If the burden is the organizational distraction of setting up a system to evaluate cases for compassionate use, then I think a lottery might not really fix it. If they take the time to set up the organization, they may as well run everyone through it. And, they might have to run everyone through it just to see who qualifies for this lottery. And then, after all that, they'll still get blasted by allies of patients who lost in the lottery. So, I'm not sure I believe this is a viable solution. Here's my suggestion: Ask a Big Pharma company to run all the paperwork for your compassionate use cases. You may or may not have to pay them for the work. Ask a charity to provide the funds to help pay for the process and to pay for the drug. Keep your own company focused on getting to market asap. I'm not going in for the property is sacrosanct bs, but I do see the logic that the greater good can be served by staying focused on getting the product to market. But, you don't want to see these people die in the interim. It doesn't all have to be on these 50 people to solve the problem; there are a lot of people who are in a position to be a part of the solution. There might be a space here where a nonprofit can be focused on identifying and funding compassionate use cases (maybe funded by member pharmaceutical companies in proportion to their size).
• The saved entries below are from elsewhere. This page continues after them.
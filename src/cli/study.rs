//! `lodeshaft study`: the studies of a scenario, each with its table and its answer.

use super::interrupt::Interrupt;
use super::run::output_folder;
use super::status::Status;
use super::study_progress::StudyProgress;
use super::{Common, Format, streams};
use crate::analysis::study::results::StudyResult;
use crate::analysis::study::work::{Blind, Cost, Forget, Stop};
use crate::analysis::study::{self, Plan, Study, StudyOptions};
use crate::analysis::transient;
use crate::diagnostic::{Severity, closest};
use crate::render::folder::FolderFault;
use crate::render::json;
use crate::render::study::folder::{Begun, StudyFolder};
use crate::render::study::rows::Columns;
use crate::render::study::{json as study_json, of_one_run as one_run, text};
use crate::scenario::Loaded;
use clap::Args;
use serde_json::{Map, Value};
use std::collections::BTreeMap;
use std::path::PathBuf;

/// What `study` takes.
#[derive(Debug, Args)]
pub struct StudyArguments {
    /// The scenario; `-` reads standard input.
    pub file: PathBuf,
    /// The studies to run [default: all of the file].
    pub names: Vec<String>,
    /// Goes on with studies that were stopped; no finished run is lost or repeated.
    #[arg(long)]
    pub resume: bool,
}

/// How a study ended.
enum Ended {
    Done(Box<StudyResult>, Value),
    Stopped(Status, Value),
}

/// Runs the command.
pub fn run(arguments: &StudyArguments, common: &Common) -> Status {
    let interrupt = Interrupt::listen();
    let plan = match study::load(&arguments.file, &common.sets) {
        Ok(plan) => plan,
        Err(failure) => {
            streams::tell(&failure.render());
            return Status::Fault;
        }
    };
    let mut found = plan.loaded.warnings.clone();
    let prepared = transient::prepare(&plan.loaded.scenario);
    let fault = prepared.is_err();
    match prepared {
        Ok(equations) => found.extend(equations.model.warnings.clone()),
        Err(faults) => found.extend(faults),
    }
    streams::tell(&plan.loaded.source.render(&found));
    if fault {
        return Status::Fault;
    }
    let chosen = match choose(&plan, &arguments.names) {
        Ok(chosen) => chosen,
        Err(status) => return status,
    };
    let shown = output_folder(&arguments.file, common);
    let folder = match StudyFolder::open(&shown) {
        Ok(folder) => folder,
        Err(fault) => return not_written(&fault),
    };
    let mut status = Status::Done;
    let mut answers = Map::new();
    for (index, study) in chosen.iter().enumerate() {
        let ended = match one(&plan, study, &folder, arguments.resume, common, &interrupt) {
            Ok(ended) => ended,
            Err(fault) => return status.max(not_written(&fault)),
        };
        match ended {
            Ended::Done(result, answer) => {
                status = status.max(judge(&result));
                answers.insert(study.name.clone(), answer);
                if common.format == Format::Text && !common.quiet {
                    let gap = if index > 0 { "\n" } else { "" };
                    let summary = text::summary(&result, &plan.loaded.scenario);
                    status = streams::print(&format!("{gap}{summary}"), status);
                }
            }
            Ended::Stopped(how, told) => {
                status = status.max(how);
                answers.insert(study.name.clone(), told);
                // What is wrong with one study does not stand in the way of the next.
                if how != Status::Fault {
                    break;
                }
            }
        }
    }
    match common.format {
        Format::Json => {
            let all = json::named([("studies", Value::Object(answers))]);
            streams::print(&json::pretty(&all), status)
        }
        Format::Text if common.quiet => status,
        Format::Text => {
            let place = shown.join(crate::render::study::folder::NAME);
            streams::print(&format!("\nTables and answers in {}\n", place.display()), status)
        }
    }
}

/// The studies asked for, in the order asked; all of the file when none is named.
fn choose<'p>(plan: &'p Plan, names: &[String]) -> Result<Vec<&'p Study>, Status> {
    let known = || plan.studies.iter().map(|study| study.name.as_str());
    if plan.studies.is_empty() {
        streams::complain(
            Severity::Error,
            format!("`{}` has no studies", plan.loaded.source.name),
            Some("for example studies: { hot: { margin: { vary: ..., between: [..., ...] } } }"),
        );
        return Err(Status::Fault);
    }
    if names.is_empty() {
        return Ok(plan.studies.iter().collect());
    }
    let mut chosen: Vec<&Study> = Vec::new();
    let mut sound = true;
    for name in names {
        match plan.studies.iter().find(|study| study.name == *name) {
            Some(study) if chosen.iter().any(|known| known.name == *name) => {
                let _ = study;
            }
            Some(study) => chosen.push(study),
            None => {
                sound = false;
                let hint = match closest(name, known()) {
                    Some(near) => format!("did you mean `{near}`?"),
                    None => format!("it has {}", known().collect::<Vec<_>>().join(", ")),
                };
                let message = format!("`{}` has no study `{name}`", plan.loaded.source.name);
                streams::complain(Severity::Error, message, Some(&hint));
            }
        }
    }
    if sound { Ok(chosen) } else { Err(Status::Fault) }
}

/// Runs one study and writes its files.
fn one(
    plan: &Plan,
    study: &Study,
    folder: &StudyFolder,
    resume: bool,
    common: &Common,
    interrupt: &Interrupt,
) -> Result<Ended, FolderFault> {
    let loaded = &plan.loaded;
    let work = study::mark(loaded, study);
    if !study.kind.has_runs() {
        return of_one_run(plan, study, folder, &work, common, interrupt);
    }
    let label = study.kind.label();
    let columns = Columns::new(study::varied(study), study::layout(loaded, study), label);
    let Some(mut begun) = folder.begin(&study.name, &work, &columns, resume)? else {
        let message = format!(
            "`{}` cannot go on: the scenario, its tables, the study or the program has changed since its runs were made",
            study.name
        );
        let hint = "without --resume it begins anew";
        streams::complain(Severity::Error, message, Some(hint));
        return Ok(Ended::Stopped(Status::Fault, study_json::unfinished(0, "it has changed")));
    };
    if begun.restarted {
        let message = format!("`{}` was stopped before and begins anew", study.name);
        streams::complain(Severity::Warning, message, Some("--resume goes on with it"));
    }
    let mut progress = StudyProgress::new(&study.name, common.quiet);
    let ended = make(loaded, study, common, interrupt, &mut begun, &mut progress);
    let result = match ended {
        Ok(result) => result,
        Err(Stop::Interrupted) => {
            let message = format!(
                "`{}` was interrupted; {} finished runs are kept",
                study.name,
                progress.done()
            );
            streams::complain(Severity::Warning, message, Some("--resume goes on with it"));
            let told = study_json::unfinished(progress.done(), "interrupted");
            return Ok(Ended::Stopped(Status::Interrupted, told));
        }
        Err(Stop::NoAnswer(reason)) => return Ok(no_answer(&study.name, &reason)),
        Err(Stop::NotKept(reason)) => {
            let hint = "--resume goes on from the last run kept";
            streams::complain(Severity::Error, &reason, Some(hint));
            let told = study_json::unfinished(progress.done(), &reason);
            return Ok(Ended::Stopped(Status::NotWritten, told));
        }
    };
    if !common.quiet {
        tell_cost(&study.name, &result.cost);
    }
    let answer = study_json::study(&result, &work);
    folder.finish(&study.name, &columns, &result.rows, &json::pretty(&answer))?;
    Ok(Ended::Done(Box::new(result), answer))
}

/// Runs a study of the train as typed, or of its one run.
fn of_one_run(
    plan: &Plan,
    study: &Study,
    folder: &StudyFolder,
    work: &str,
    common: &Common,
    interrupt: &Interrupt,
) -> Result<Ended, FolderFault> {
    let ended = study::run(
        &plan.loaded,
        study,
        StudyOptions {
            threads: common.threads.map(usize::from),
            interrupt: interrupt.flag(),
            known: BTreeMap::new(),
            keep: &mut Forget,
            watch: &mut Blind,
        },
    );
    match ended {
        Ok(result) => {
            let answer = study_json::study(&result, work);
            let table = one_run::table(&result);
            folder.write(&study.name, table.as_deref(), &json::pretty(&answer))?;
            Ok(Ended::Done(Box::new(result), answer))
        }
        Err(Stop::Interrupted) => {
            streams::complain(Severity::Warning, format!("`{}` was interrupted", study.name), None);
            Ok(Ended::Stopped(Status::Interrupted, study_json::unfinished(0, "interrupted")))
        }
        Err(Stop::NoAnswer(reason) | Stop::NotKept(reason)) => Ok(no_answer(&study.name, &reason)),
    }
}

/// A study whose question has no answer.
fn no_answer(name: &str, reason: &str) -> Ended {
    streams::complain(Severity::Error, format!("`{name}` has no answer: {reason}"), None);
    Ended::Stopped(Status::Fault, study_json::unfinished(0, reason))
}

/// What a study cost, on standard error: it differs from run to run.
fn tell_cost(name: &str, cost: &Cost) {
    let elapsed = cost.elapsed.as_secs_f64();
    if cost.runs == 0 || elapsed <= 0.0 {
        return;
    }
    let threads = if cost.threads == 1 { "1 thread" } else { &format!("{} threads", cost.threads) };
    let rate = cost.runs as f64 / elapsed;
    let preparing = cost.preparing.as_secs_f64() / cost.integrating.as_secs_f64().max(1e-9);
    streams::tell(&format!(
        "{name}: {} runs in {elapsed:.1} s on {threads}, {rate:.1} a second; reading and building took {:.1} % beside integrating\n",
        cost.runs,
        100.0 * preparing
    ));
}

fn judge(result: &StudyResult) -> Status {
    if !result.rows.is_empty() && result.outcomes().all(|outcome| outcome.failure.is_some()) {
        let reason = result.outcomes().find_map(|outcome| outcome.failure.as_deref());
        let message =
            format!("no run of `{}` came to a result: {}", result.name, reason.unwrap_or_default());
        streams::complain(Severity::Error, message, None);
        return Status::GaveUp;
    }
    match result.answer.verdict() {
        None | Some(Some(true)) => Status::Done,
        Some(_) => Status::NotMet,
    }
}

fn not_written(fault: &FolderFault) -> Status {
    streams::complain(Severity::Error, &fault.message, fault.hint.as_deref());
    Status::NotWritten
}

/// Makes the runs of a study that are not known yet; each is kept when it is done.
pub(super) fn make(
    loaded: &Loaded,
    study: &Study,
    common: &Common,
    interrupt: &Interrupt,
    begun: &mut Begun,
    progress: &mut StudyProgress,
) -> Result<StudyResult, Stop> {
    let ended = study::run(
        loaded,
        study,
        StudyOptions {
            threads: common.threads.map(usize::from),
            interrupt: interrupt.flag(),
            known: std::mem::take(&mut begun.known),
            keep: &mut begun.journal,
            watch: progress,
        },
    );
    progress.end();
    ended
}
If there is an issue with companies afraid of the FDA derailing the approval of the drug due to compassionate cases where the drug didn't help, then the FDA is at fault here. There should be a general clause that any negative results from a "compassionate" case cannot be used against the company or the drug. It's a win-win. Insurance should cover this, PERIOD. There is no way in hell an experimental drug would cost more than the amount being spent on the treatments this poor kid is receiving just to prolong the inevitable. But unfortunately since insurance won't cover it, if the costs for treatment ($50,000 up-front cost + $100,000 salary for a year's worth of manpower) are payable by the family, the company should try to accommodate if FDA changed their rule. No, the article says that FDA allows use of the experimental drugs but still will hold negative results against the drug when evaluating it for final approval. FDA needs to change their stance on using "compassionate case" data against the drug.
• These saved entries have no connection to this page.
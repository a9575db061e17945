//! The steady start: the stable operating point nearest to the given speeds.
//!
//! ```text
//! u = Z v                 synchronous motion: all slip speeds and twist rates zero
//! Z' tau(Z v) = 0         torque balance of the train turning as one
//! D' f = tau              torque of each shaft and magnet from the balance of the bodies
//! x = f^-1                twists and phases on the stable branch, short of the peak
//! ```
//! Friction at rest holds where its breakaway suffices; a controller with an integral part
//! holds its speed within its limit; torques over an angle count by their mean over a turn.

mod balance;
mod external;
mod several;

use crate::component::law::Law;
use crate::equations::assembly::assemble;
use crate::equations::frame::Evaluator;
use crate::equations::linearise::{MagnetSlope, eigenvalues, jacobian};
use crate::equations::mode::{FrictionMode, Mode};
use crate::equations::{Equations, Shape, thermal};
use crate::signal::course::Overrides;
use balance::Balance;
use external::External;
use nalgebra::{DMatrix, DVector};

/// Growth rates up to this share of the fastest mode are rounding.
const GROWTH_TOLERANCE: f64 = 1e-7;

/// Accelerations at an operating point, relative to the torques at work, that still count as none.
const BALANCE_TOLERANCE: f64 = 1e-8;

/// An operating point.
#[derive(Clone, Debug)]
pub struct SteadyPoint {
    /// Scaled state.
    pub state: Vec<f64>,
    /// Mode there.
    pub mode: Mode,
}

/// Why there is no steady start.
#[derive(Clone, Debug, PartialEq)]
pub struct SteadyError {
    /// The reason in words.
    pub message: String,
}

impl SteadyError {
    fn new(message: impl Into<String>) -> Self {
        Self { message: message.into() }
    }
}

/// Finds the stable operating point nearest to the given speeds, with signals as at `time`.
///
/// # Errors
/// Names the reason: no torque balance (which member, how much is missing), more than a
/// magnet's pull-out needed, or an unstable point with its growth rate.
pub fn find(
    equations: &Equations,
    time: f64,
    overrides: &Overrides,
) -> Result<SteadyPoint, SteadyError> {
    let rates = deformation_rates(equations);
    let motions = kernel(&rates, equations);
    let start = DVector::from_iterator(
        equations.speeds,
        equations
            .model
            .reduction
            .independent
            .iter()
            .map(|body| equations.model.start_speeds[*body]),
    );
    let balance = Balance::find(equations, &motions, &start, time, overrides)?;
    let deformations = deform(equations, &rates, &balance)?;
    let mut state = vec![0.0; equations.size];
    for place in 0..equations.speeds {
        state[place] = balance.speeds[place] / equations.scale[place];
    }
    for (place, value) in &deformations {
        state[*place] = value / equations.scale[*place];
    }
    let external = External { equations, time, overrides };
    for (index, controller) in equations.controllers.iter().enumerate() {
        let torque = balance.command[index];
        if let Some(place) = controller.integral_state {
            state[place] = (torque - external.feed_forward(index)) / equations.scale[place];
        }
        if let Some(place) = controller.torque_state {
            state[place] = torque / equations.scale[place];
        }
    }
    for (index, pitch) in equations.pitches.iter().enumerate() {
        let angle = balance.command[equations.controllers.len() + index];
        for place in [pitch.state, pitch.integral_state] {
            state[place] = angle / equations.scale[place];
        }
    }
    // Magnets warm up over minutes: the motion is in balance at the temperatures of the start.
    for node in &equations.thermal {
        state[node.place] = node.start / equations.scale[node.place];
    }
    for machine in &equations.machines {
        machine.settle(&mut state, &equations.scale, external.machine_voltage(machine));
    }
    let mut mode = Mode::of_state(equations, time, &state, overrides);
    for (index, holding) in balance.at_rest.iter().enumerate() {
        mode.frictions[index] = match holding {
            Some(_) => FrictionMode::Stuck,
            None => mode.frictions[index],
        };
    }
    super::rest::presence(equations, &mut mode, time, f64::INFINITY, &state, overrides);
    check(equations, &mode, &state, time, overrides, &balance)?;
    Ok(SteadyPoint { state, mode })
}

/// Motions of the train in synchronism, in which no shaft twists and no magnet slips: one column
/// of independent speeds for each.
pub fn motions(equations: &Equations) -> DMatrix<f64> {
    kernel(&deformation_rates(equations), equations)
}

/// Rate rows of all deformations over the independent speeds, and their states.
fn deformation_rates(equations: &Equations) -> Vec<(usize, DVector<f64>)> {
    let reduction = &equations.model.reduction;
    let shafts = equations.model.shafts.iter().zip(&equations.twist_state);
    let twists = shafts
        .filter_map(|(shaft, place)| place.map(|place| (place, reduction.dense(&shaft.row()))));
    let magnets = equations.model.magnets.iter().zip(&equations.phase_state);
    let phases = magnets.map(|(magnet, place)| (*place, reduction.dense(&magnet.row())));
    twists.chain(phases).collect()
}

/// Motions in which nothing deforms: the kernel of the rate rows, one column a motion.
fn kernel(rates: &[(usize, DVector<f64>)], equations: &Equations) -> DMatrix<f64> {
    let count = equations.speeds;
    // Rows and columns are brought to working size, so that the rank is judged fairly.
    let mut gram = DMatrix::zeros(count, count);
    for (_, row) in rates {
        let scaled = DVector::from_fn(count, |place, _| row[place] * equations.scale[place]);
        let size = scaled.amax();
        if size > 0.0 {
            gram += &scaled * scaled.transpose() / (size * size);
        }
    }
    let eigen = gram.symmetric_eigen();
    let largest = eigen.eigenvalues.amax().max(f64::MIN_POSITIVE);
    let columns: Vec<DVector<f64>> = eigen
        .eigenvalues
        .iter()
        .enumerate()
        .filter(|(_, value)| rates.is_empty() || **value <= 1e-12 * largest)
        .map(|(place, _)| {
            let vector = eigen.eigenvectors.column(place);
            DVector::from_fn(count, |row, _| vector[row] * equations.scale[row])
        })
        .collect();
    DMatrix::from_fn(count, columns.len(), |row, column| columns[column][row])
}

/// Twists and phases under the torques of a balance.
fn deform(
    equations: &Equations,
    rates: &[(usize, DVector<f64>)],
    balance: &Balance,
) -> Result<Vec<(usize, f64)>, SteadyError> {
    if rates.is_empty() {
        return Ok(Vec::new());
    }
    let matrix =
        DMatrix::from_fn(equations.speeds, rates.len(), |row, column| rates[column].1[row]);
    let svd = matrix.clone().svd(true, true);
    let torque = svd
        .solve(&balance.torque, 1e-12)
        .map_err(|_| SteadyError::new("the torques of shafts and magnets cannot be found"))?;
    let mut values: Vec<f64> = Vec::with_capacity(rates.len());
    for (index, (place, _)) in rates.iter().enumerate() {
        values.push(undeform(equations, *place, torque[index])?);
    }
    // Parallel paths: the torques share so that the deformations fit one set of angles.
    if rates.len() > svd.rank(1e-10) {
        settle_parallel(equations, rates, &matrix, balance, &mut values)?;
    }
    Ok(rates.iter().map(|(place, _)| *place).zip(values).collect())
}

/// The deformation at which an element carries a torque along its rate row.
fn undeform(equations: &Equations, place: usize, torque: f64) -> Result<f64, SteadyError> {
    if let Some(index) = equations.twist_state.iter().position(|state| *state == Some(place)) {
        let shaft = &equations.model.shafts[index];
        if let Some(curve) = &shaft.curve {
            return Ok(curve.twist(torque));
        }
        let play = if torque == 0.0 { 0.0 } else { shaft.backlash / 2.0 * torque.signum() };
        return Ok(torque / shaft.stiffness + play);
    }
    let Some(index) = equations.phase_state.iter().position(|state| *state == place) else {
        return Ok(0.0);
    };
    let magnet = &equations.model.magnets[index];
    let share = torque / magnet.amplitude;
    let [low, high] = magnet.law.peak_values();
    magnet.law.stable_angle_for(share).ok_or_else(|| {
        let of_peak = if share >= 0.0 { share / high } else { share / low };
        SteadyError::new(format!(
            "needs {} % of the pull-out of `{}`",
            crate::quantity::format_number(100.0 * of_peak, 4),
            magnet.name
        ))
    })
}

/// The torque of an element at a deformation, and its slope.
fn element(equations: &Equations, place: usize, value: f64) -> (f64, f64) {
    if let Some(index) = equations.twist_state.iter().position(|state| *state == Some(place)) {
        let shaft = &equations.model.shafts[index];
        if let Some(curve) = &shaft.curve {
            return curve.at(value);
        }
        let beyond = value.abs() - shaft.backlash / 2.0;
        if beyond <= 0.0 {
            return (0.0, 1e-6 * shaft.stiffness);
        }
        return (shaft.stiffness * beyond.copysign(value), shaft.stiffness);
    }
    for term in &equations.terms {
        if let (Shape::Law(Law::Magnet(law)) | Shape::Warm(Law::Magnet(law), _), [(state, _)]) =
            (&term.shape, term.input.as_slice())
            && *state == place
        {
            return (law.value(value), law.slope(value).max(1e-6 * law.amplitude()));
        }
    }
    (0.0, 1.0)
}

fn settle_parallel(
    equations: &Equations,
    rates: &[(usize, DVector<f64>)],
    matrix: &DMatrix<f64>,
    balance: &Balance,
    values: &mut [f64],
) -> Result<(), SteadyError> {
    // Unknown: angles a of the independent coordinates; deformation x = D a (all start unloaded).
    let rows = matrix.transpose();
    let mut angles = rows
        .clone()
        .svd(true, true)
        .solve(&DVector::from_column_slice(values), 1e-12)
        .map_err(|_| SteadyError::new("the angles of parallel paths cannot be found"))?;
    for _ in 0..100 {
        let deformed = &rows * &angles;
        let mut residual = balance.torque.clone();
        let mut stiffness = DMatrix::zeros(equations.speeds, equations.speeds);
        for (index, (place, row)) in rates.iter().enumerate() {
            let (torque, slope) = element(equations, *place, deformed[index]);
            residual -= row * torque;
            stiffness += row * row.transpose() * slope;
        }
        let size = balance.torque.amax().max(f64::MIN_POSITIVE);
        if residual.amax() <= 1e-13 * size {
            break;
        }
        let Ok(step) = stiffness.svd(true, true).solve(&residual, 1e-12) else { break };
        angles += step;
    }
    let deformed = &rows * &angles;
    for (value, settled) in values.iter_mut().zip(deformed.iter()) {
        *value = *settled;
    }
    Ok(())
}

/// An operating point must be in balance and must not grow away from itself.
fn check(
    equations: &Equations,
    mode: &Mode,
    state: &[f64],
    time: f64,
    overrides: &Overrides,
    balance: &Balance,
) -> Result<(), SteadyError> {
    let assembly = assemble(equations, mode, time, f64::INFINITY, overrides);
    let evaluator = Evaluator { equations, assembly: &assembly, overrides };
    let rhs = crate::solve::rhs::Rhs::new(evaluator);
    let mut rates = vec![0.0; equations.size];
    rhs.system(time, state, &mut rates);
    // A controller that idles at its speed still has the rounding of its own error.
    let rounding: f64 = equations.controllers.iter().map(|controller| controller.limit).sum();
    let at_work = balance.at_work + 1e-4 * rounding;
    let inverse = &equations.model.reduction.inverse_mass;
    for place in 0..equations.speeds {
        let acceleration = rates[place] * equations.scale[place];
        let at_work = at_work * inverse[(place, place)];
        // Cogging counts by its mean, so it is left out of what must balance here.
        if acceleration.abs() > BALANCE_TOLERANCE * at_work && !has_cogging(equations) {
            let body = equations.model.reduction.independent[place];
            let name = &equations.model.scenario.bodies[body].name;
            return Err(SteadyError::new(format!(
                "no torque balance: {:.6} N*m are missing at `{name}`",
                acceleration / inverse[(place, place)]
            )));
        }
    }
    let mut matrix = jacobian(&evaluator, time, state, MagnetSlope::AtState);
    thermal::hold(equations, &mut matrix);
    let Some(values) = eigenvalues(&matrix) else { return Ok(()) };
    let fastest = values.iter().fold(0.0_f64, |size, (re, im)| size.max(re.hypot(*im)));
    let growth = values.iter().fold(0.0_f64, |growth, (re, _)| growth.max(*re));
    if growth > GROWTH_TOLERANCE * fastest {
        return Err(SteadyError::new(format!(
            "unstable: a deviation grows at {growth:.6} 1/s (doubles in {:.4} s)",
            2.0_f64.ln() / growth
        )));
    }
    Ok(())
}

fn has_cogging(equations: &Equations) -> bool {
    !equations.angle_states.is_empty()
}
Exactly. I'm not blaming the company but disagree with their choice. It's not their fault that they have hurdles to jump that forces them to say 'no'. There should be a change to the process and the FDA should be there to help make it happen.
Anybody remember Vioxx - how everybody was blasting the FDA and Merck for not doing enough to make sure it was safe? Everybody was incensed that there wasn't more stringent regulation. This is the other side of that coin. Damned if you do, damned if you don't.